Naar aanleiding van de zogenoemde (sub)vragen die door de voorzieningenrechter te Amsterdam zijn gesteld, geeft de Hoge Raad in zijn arrest (r.o. 3.8 t/m 3.10) ook een aantal praktische richtlijnen.

 1)      Beslaglegging kan alleen plaatsvinden onder de in artikel 843a Rv gestelde voorwaarden en kan slechts betrekking hebben op ‘bescheiden’ in de zin van die bepaling (waaronder overigens mede digitale bestanden kunnen worden begrepen, met dien verstande dat de mogelijkheid bestaat dat daarvan onder toezicht van de deurwaarder ter plaatse kopieën van worden gemaakt, die dan in beslag worden genomen). Zij kan, indien noodzakelijk, tevens de voorwerpen betreffen waarin, of de gegevensdragers waarop, deze bescheiden zich bevinden.

2)      De artikelen 1019a leden 1 en 3, 1019b leden 3 en 4 en 1019c Rv zijn, voor zover nodig, overeenkomstig van toepassing. Zo kan het verlof zo nodig worden gegeven zonder dat de wederpartij wordt gehoord (artikel 1019b lid 3 Rv.) Het verlof wordt niet gegeven wanneer de bescherming van vertrouwelijkheid van bepaalde gegevens niet is gewaarborgd (artikel 1019b lid 4 Rv.).

3)      Het verlof om het bewijsbeslag te leggen geeft geen verdergaande aanspraken dan de bewaring van de in beslag genomen bescheiden. De beslaglegger heeft dus geen recht op afgifte, inzage of afschrift. De verzoeker ontleent aan het verlof ook niet het recht bij de beslaglegging aanwezig te zijn (artikel 702 lid 1 in verbinding met 443 lid 2 Rv.). Onder omstandigheden kunnen de bescheiden, ter plaatse gemaakte kopieën daaronder begrepen, ter gerechtelijke bewaring worden afgegeven, zulks met inachtneming van het bepaalde in artikel 709 Rv.

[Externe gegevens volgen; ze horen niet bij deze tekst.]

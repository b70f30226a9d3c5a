package plumb.engine.compile;

/** How a parameter enters the model, which fixes its defaults (docs/model-format.md). */
public enum ParameterKind {
    /** Used only in {@code factors}: value 1, range [0, 10], free. */
    FACTOR,
    /** Used in a variation: value 0, range [−5, 5], Gaussian(0, 1). */
    NUISANCE,
    /** A per-bin MC-statistics parameter γ_b: value 1, range [1e-10, 10], constrained by δ_b. */
    MCSTAT
}
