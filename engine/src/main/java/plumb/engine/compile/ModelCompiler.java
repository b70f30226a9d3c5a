package plumb.engine.compile;

import plumb.engine.model.BinFactors;
import plumb.engine.model.Channel;
import plumb.engine.model.McStatBins;
import plumb.engine.model.Model;
import plumb.engine.model.ModelOptions;
import plumb.engine.model.ParameterKind;
import plumb.engine.model.ParameterSpec;
import plumb.engine.model.Sample;
import plumb.engine.model.Variation;

import java.util.ArrayList;
import java.util.Arrays;
import java.util.LinkedHashMap;
import java.util.List;
import java.util.Locale;
import java.util.Map;
import java.util.TreeSet;
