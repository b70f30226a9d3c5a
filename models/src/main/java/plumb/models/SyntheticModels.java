package plumb.models;

import org.apache.commons.rng.UniformRandomProvider;
import org.apache.commons.rng.sampling.distribution.PoissonSampler;
import org.apache.commons.rng.simple.RandomSource;
import plumb.engine.model.Channel;
import plumb.engine.model.Model;
import plumb.engine.model.ModelWriter;
import plumb.engine.model.Sample;
import plumb.engine.model.Variation;

import java.io.IOException;
import java.nio.file.Path;
import java.util.ArrayList;
import java.util.LinkedHashMap;
import java.util.List;
import java.util.Locale;
import java.util.Map;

4)      In het verzoekschrift dient de verzoeker de in beslag te nemen bescheiden zo precies mogelijk te omschrijven. De beslaglegging mag derhalve niet ontaarden in een fishing expedition. In het verzoekschrift dient verder de rechtsbetrekking te worden gesteld met het oog waarop het verlof wordt gevraagd en de identiteit van de wederpartij of de derde onder wie het beslag moet worden gelegd. Verder dient de verzoeker zijn belang bij de beslaglegging voldoende aannemelijk te maken, alsmede de feiten en omstandigheden te stellen waaruit volgt dat de beslaglegging noodzakelijk is. Hiervoor is nodig dat gegronde vrees bestaat dat de betrokken bescheiden anders verloren gaan en dat de beoogde bewijsvoering niet op andere, voor de beslagene minder ingrijpende wijze kan plaatsvinden.

5)      Wanneer beslag in een woning gelegd dient te worden brengen de beginselen van proportionaliteit en subsidiariteit mee dat het privéleven en het familie- en gezinsleven van degene onder wie het beslag wordt gelegd, zoveel mogelijk worden gerespecteerd.

6)      De met de executie van het verlof belaste deurwaarder heeft ter inbeslagneming toegang tot elke plaats, voor zover dat redelijkerwijs voor de vervulling van zijn taak nodig is. Dit gebeurd dan wel met inachtneming van de artikelen 444-444b Rv, welke bepalingen overeenkomstig van toepassing zijn op conservatoir beslag (artikelen 712 en 734 Rv.) en ook op het bewijsbeslag.

Voor een uitgebreidere uiteenzetting van de richtlijnen voor de uitvoering van het bewijsbeslag wordt verwezen naar de rechtsoverwegingen 3.5 t/m 3.10.